(Saved entries)
[Start of section]

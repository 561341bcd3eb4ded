package ingest

import (
	"errors"
	"fmt"
	"runtime"
	"strings"
	"time"

	"github.com/nats-io/nats.go"
	"github.com/rs/zerolog"

	"driftfit/alert"
	"driftfit/rolling"
	"driftfit/store"
)

// Mode says how readings come off the bus.
type Mode uint8

const (
	// ModeUnknown is the zero Mode; Options treat it as ModeStream.
	ModeUnknown Mode = iota
	// ModeStream consumes a JetStream stream with a durable pull consumer:
	// every reading counts exactly once across crashes and restarts.
	ModeStream
	// ModeDirect subscribes with core NATS: lowest latency, at most once.
	ModeDirect
)

func (m Mode) String() string {
	switch m {
	case ModeStream:
		return "stream"
	case ModeDirect:
		return "direct"
	}
	return "unknown"
}

// SensorConfig is what the service needs to know of one sensor.
type SensorConfig struct {
	Windows []rolling.WindowSpec
	// Unit is the sensor's engineering unit; readings that carry another
	// unit are rejected. Empty: any unit is accepted.
	Unit string
	// Group names the sensor's peer group; empty: none. All members of a
	// group are routed to one worker, which compares them.
	Group string
	// StepRebaseline restarts the sensor's fits from the change time of
	// each step its step detector confirms (alert.Detectors.Step), as a
	// calibration restarts them but keeping the as-left value, so that
	// the windows do not read the step as drift. The readings between
	// the change and its confirmation are not refitted. False: the
	// windows keep the step until it slides out.
	StepRebaseline bool
}

// Options configure a Service. Zero fields take the documented defaults.
type Options struct {
	// Conn is the NATS connection. Required.
	Conn *nats.Conn
	// DB holds the sensors' state, the fit history and the stream
	// position. Required.
	DB *store.DB
	// Sensor returns the configuration of a sensor id, or an error for an
	// id that has none (its readings are then rejected). Required. The
	// restore calls it from several goroutines at once: it must be safe
	// for concurrent use.
	Sensor func(id string) (SensorConfig, error)

	// Mode defaults to ModeStream.
	Mode Mode
	// SubjectPrefix: readings arrive on <SubjectPrefix>.<sensor id>.
	// Default "driftfit.in".
	SubjectPrefix string
	// RejectedSubject receives refused input with the reason in headers.
	// Default DefaultRejectedSubject(SubjectPrefix), "driftfit.rejected"
	// for the default prefix. It must not lie under
	// <SubjectPrefix>.>: the readings stream captures all of that, and
	// dead letters have a stream of their own (RejectedStream).
	RejectedSubject string
	// StreamName is the JetStream stream holding readings (ModeStream).
	// Default "DRIFTFIT". It is created, capturing <SubjectPrefix>.>, if
	// it does not exist. New readings are refused to their producers once
	// it holds StreamMaxBytes (discard-new), so no reading leaves it
	// unapplied; what a commit holds is purged from it.
	StreamName string
	// StreamMaxBytes bounds the readings stream, in bytes. Default
	// DefaultStreamMaxBytes (1 GiB). Since committed readings are purged,
	// the stream holds what serve has not yet committed: the limit is
	// the backlog kept while serve is down.
	StreamMaxBytes int64
	// StreamMaxAge makes the server delete readings older than this from
	// the stream, applied or not (a gap serve reports). Zero (the
	// default): no age limit, only StreamMaxBytes.
	StreamMaxAge time.Duration
	// RejectedStream is the stream that keeps dead letters (ModeStream),
	// capturing RejectedSubject, oldest discarded first. Default
	// <StreamName>_REJECTED.
	RejectedStream string
	// RejectedMaxBytes bounds RejectedStream, in bytes. Default
	// DefaultRejectedMaxBytes (64 MiB).
	RejectedMaxBytes int64
	// RejectedMaxAge bounds RejectedStream by age. Default 7 days.
	RejectedMaxAge time.Duration
	// ResetPosition starts from the beginning of the readings stream when
	// the stream is not the one the DB's position was taken in (it was
	// deleted, rebuilt or renamed); without it, Run refuses to start then
	// (ErrStreamChanged). ModeStream only.
	ResetPosition bool
	// MaxSensors bounds the sensors held (with routes of new ids whose
	// readings are still in flight): readings of a new id beyond it are
	// refused as too_many_sensors. Each sensor costs about 8 KiB with the
	// default windows. Default DefaultMaxSensors (200,000).
	MaxSensors int
	// Durable names the pull consumer (ModeStream). Default "driftfit".
	Durable string
	// Workers is the count of goroutines that own the sensors, each a
	// share by hash of the id. Default runtime.GOMAXPROCS(0).
	Workers int
	// CommitInterval is the longest time between two commits to the DB:
	// in direct mode, what a crash can lose beyond the messages in flight;
	// in stream mode, what a restart reads again. A commit rewrites the
	// open panes of every sensor that changed, so commits much more often
	// than the sensors report cost CPU for nothing. Default 1s.
	CommitInterval time.Duration
	// CommitReadings starts a commit early once this many readings were
	// applied since the last one: it bounds the work a restart repeats
	// when readings come faster than a million a second. Each commit
	// ends with fsync; in stream mode with 100 readings a message, a
	// commit every 100,000 readings cost a third of the throughput in
	// one measurement (none in a later one, the disk busier).
	// Default 1,000,000. While the previous commit is still writing,
	// readings keep being applied and go into the next commit, so a slow
	// disk makes commits larger rather than stalling ingest.
	CommitReadings int
	// CommitMaxSensors bounds the sensors one commit writes, besides those
	// with an alert decision or a calibration waiting, which are always
	// written at once: a commit's time grows with the sensors it writes
	// (about 16 µs a sensor with fsync, store's BenchmarkCommit), and a
	// decision must not wait seconds behind a commit of the whole fleet.
	// The others wait for the next commit, oldest change first; each
	// sensor stores the stream sequence its state holds, so a restart
	// from the older position skips what it already has. The last commit
	// at shutdown writes everything. Default 10,000 (about 0.16 s with
	// fsync on a 2-core VM): at 5,000 a fleet of 10,000 committed in two
	// parts, each with its own fsync and stream sequences to store, and
	// the bench's stream applied 7.4 M readings/s against 8.0 M at 20,000
	// (three runs each); at 20,000 the p99 from pane close to alert at
	// 100,000 sensors under load was 0.35 and 0.77 s in two runs.
	CommitMaxSensors int
	// FutureSkew is how far a reading's time may lie ahead of Now.
	// Default 5m.
	FutureSkew time.Duration
	// MaxPayload is the largest payload accepted, in bytes. Default
	// DefaultMaxBytes.
	MaxPayload int
	// HistoryRetention deletes fit history older than this, a little at
	// a time between commits. Zero keeps history forever.
	HistoryRetention time.Duration
	// HistoryThinAfter and HistoryThinTo thin the fit history older than
	// HistoryThinAfter to one record per HistoryThinTo for windows whose
	// pane is shorter (store.DB.ThinHistory), a little at a time between
	// commits. Zero HistoryThinAfter keeps every record.
	HistoryThinAfter, HistoryThinTo time.Duration
	// Rule returns the alert rule of a sensor, ok false when it has none.
	// Nil: no sensor is judged. It is called by the workers, concurrently:
	// it must be safe for concurrent use.
	Rule func(id string) (r alert.Rule, ok bool)
	// AlertSubjectPrefix: alert events go out on <AlertSubjectPrefix>.<sensor
	// id>. Default "driftfit.alerts".
	AlertSubjectPrefix string
	// TicketSubject receives recalibration tickets (opening and closing).
	// Default "driftfit.tickets".
	TicketSubject string
	// CalibrationSubjectPrefix: calibrations arrive on
	// <CalibrationSubjectPrefix>.<sensor id> (see CalibrationMsg).
	// Default "driftfit.calibrations".
	CalibrationSubjectPrefix string
	// Webhook, if its URL is set, also receives every ticket revision.
	Webhook Webhook
	// StopTimeout bounds each wait of the shutdown: for the bus
	// subscription to stop delivering, and for the alert events and
	// tickets of the last commit to be published (what is not published
	// by then is sent at the next start). Default 5s.
	StopTimeout time.Duration

	// AcceptDuplicates turns the duplicate check (Dedup) off: every
	// reading the windows take is applied, repeats included. For
	// benchmarks that send one pool of readings over and over; a
	// deployment leaves it false (the default), so a producer's re-sent
	// readings do not count twice.
	AcceptDuplicates bool
	// CheckInterval is how often the stream's fill is read (ModeStream),
	// for the StreamBytes metric and the warning when it nears its limit.
	// Default 10s.
	CheckInterval time.Duration
	// PurgeInterval is the longest a committed stream message waits to
	// be purged (ModeStream), unless the committed messages not yet
	// purged reach an eighth of StreamMaxBytes first. Each purge makes
	// the server rewrite part of a stream block, so purging after every
	// commit (several a second under load) cost 5% of the stream's
	// throughput. Default 5s.
	PurgeInterval time.Duration
	// Now returns the current time. Default time.Now.
	Now func() time.Time
	// Logger receives the service's events. Default: a disabled logger.
	Logger *zerolog.Logger
	// Metrics, if not nil, is updated as the service runs.
	Metrics *Metrics
	// OnPaneClose, if not nil, is called by a sensor's worker with the
	// window solution each time one of its panes closes (after that
	// solution went into the fit history, before it is judged). It runs
	// on the worker: keep it short, and do not keep sol past the call.
	OnPaneClose func(id string, window int, sol *rolling.Solution)
	// OnApplied, if not nil, is called by a sensor's worker after it
	// folded the readings of one message into the sensor (readings the
	// sensor refused as too old included), before they are committed.
	// It runs on the worker: keep it short, and do not keep readings past
	// the call. Nil costs nothing; driftfit bench uses it to time the way
	// from publish to fit.
	OnApplied func(id string, readings []rolling.Reading)
}

// Defaults of Options.
const (
	// DefaultStreamMaxBytes is 1 GiB: at about 60 bytes a stored reading
	// (JSON payload plus the server's per-message overhead, common
	// practice), some 16 million readings, 800 hours of 20,000 hourly
	// sensors while serve is down.
	DefaultStreamMaxBytes = 1 << 30
	// DefaultRejectedMaxBytes is 64 MiB of dead letters.
	DefaultRejectedMaxBytes = 64 << 20
	// DefaultMaxSensors is 200,000 sensors, about 1.6 GB of windows at
	// the 7.5 KiB a sensor measured for 1d/1h and 30d/1d (README,
	// Performance).
	DefaultMaxSensors = 200000
)

// DefaultRejectedSubject returns the default dead-letter subject for the
// readings prefix: the prefix with its last token replaced by "rejected"
// ("driftfit.in" gives "driftfit.rejected"), or "<prefix>_rejected" for a
// one-token prefix; either way outside <prefix>.>, which the readings
// stream captures.
func DefaultRejectedSubject(prefix string) string {
	if i := strings.LastIndexByte(prefix, '.'); i > 0 {
		return prefix[:i] + ".rejected"
	}
	return prefix + "_rejected"
}

func (o *Options) fill() error {
	if o.Conn == nil || o.DB == nil || o.Sensor == nil {
		return errors.New("ingest: Options need Conn, DB and Sensor")
	}
	if o.Mode == ModeUnknown {
		o.Mode = ModeStream
	}
	if o.SubjectPrefix == "" {
		o.SubjectPrefix = "driftfit.in"
	}
	if o.RejectedSubject == "" {
		o.RejectedSubject = DefaultRejectedSubject(o.SubjectPrefix)
	}
	if strings.HasPrefix(o.RejectedSubject, o.SubjectPrefix+".") {
		return fmt.Errorf("ingest: RejectedSubject %q lies under the readings subjects %s.>: choose one outside them", o.RejectedSubject, o.SubjectPrefix)
	}
	if o.StreamName == "" {
		o.StreamName = "DRIFTFIT"
	}
	if o.StreamMaxBytes <= 0 {
		o.StreamMaxBytes = DefaultStreamMaxBytes
	}
	if o.StreamMaxAge < 0 {
		return fmt.Errorf("ingest: StreamMaxAge %v is negative", o.StreamMaxAge)
	}
	if o.RejectedStream == "" {
		o.RejectedStream = o.StreamName + "_REJECTED"
	}
	if o.RejectedMaxBytes <= 0 {
		o.RejectedMaxBytes = DefaultRejectedMaxBytes
	}
	if o.RejectedMaxAge <= 0 {
		o.RejectedMaxAge = 7 * 24 * time.Hour
	}
	if o.MaxSensors <= 0 {
		o.MaxSensors = DefaultMaxSensors
	}
	if o.Durable == "" {
		o.Durable = "driftfit"
	}
	if o.Workers <= 0 {
		o.Workers = runtime.GOMAXPROCS(0)
	}
	if o.CommitInterval <= 0 {
		o.CommitInterval = time.Second
	}
	if o.CommitReadings <= 0 {
		o.CommitReadings = 1000000
	}
	if o.CommitMaxSensors <= 0 {
		o.CommitMaxSensors = 10000
	}
	if o.FutureSkew <= 0 {
		o.FutureSkew = 5 * time.Minute
	}
	if o.MaxPayload <= 0 {
		o.MaxPayload = DefaultMaxBytes
	}
	if o.CheckInterval <= 0 {
		o.CheckInterval = 10 * time.Second
	}
	if o.PurgeInterval <= 0 {
		o.PurgeInterval = 5 * time.Second
	}
	if o.Now == nil {
		o.Now = time.Now
	}
	if o.AlertSubjectPrefix == "" {
		o.AlertSubjectPrefix = "driftfit.alerts"
	}
	if o.TicketSubject == "" {
		o.TicketSubject = "driftfit.tickets"
	}
	if o.CalibrationSubjectPrefix == "" {
		o.CalibrationSubjectPrefix = "driftfit.calibrations"
	}
	if o.StopTimeout <= 0 {
		o.StopTimeout = 5 * time.Second
	}
	if w := &o.Webhook; w.URL != "" {
		if w.Timeout <= 0 {
			w.Timeout = 10 * time.Second
		}
		if w.FirstRetry <= 0 {
			w.FirstRetry = time.Second
		}
		if w.MaxBackoff <= 0 {
			w.MaxBackoff = 5 * time.Minute
		}
	}
	if o.Logger == nil {
		l := zerolog.Nop()
		o.Logger = &l
	}
	return nil
}

// Stats are the service's running totals.
type Stats struct {
	Messages uint64 // messages taken from the bus
	Applied  uint64 // readings applied to the fits (committed or not)
	Rejected uint64 // readings and payloads refused
	Sensors  int    // sensors held
	Routes   int    // sensor ids routed: the sensors, and new ids with readings in flight
	Position uint64 // stream sequence of the last committed message
	// Backlog says the last commit left changed sensors for the next
	// (Options.CommitMaxSensors).
	Backlog bool
}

[End of section]

Lines from the start of the records through the one containing "it as ModeStream." are what should be retyped, exactly and in full, both ends included.

repository 561341bcd3eb4ded
package ingest

import (
	"errors"
	"fmt"
	"runtime"
	"strings"
	"time"

	"github.com/nats-io/nats.go"
	"github.com/rs/zerolog"

	"driftfit/alert"
	"driftfit/rolling"
	"driftfit/store"
)

// Mode says how readings come off the bus.
type Mode uint8

const (
	// ModeUnknown is the zero Mode; Options treat it as ModeStream.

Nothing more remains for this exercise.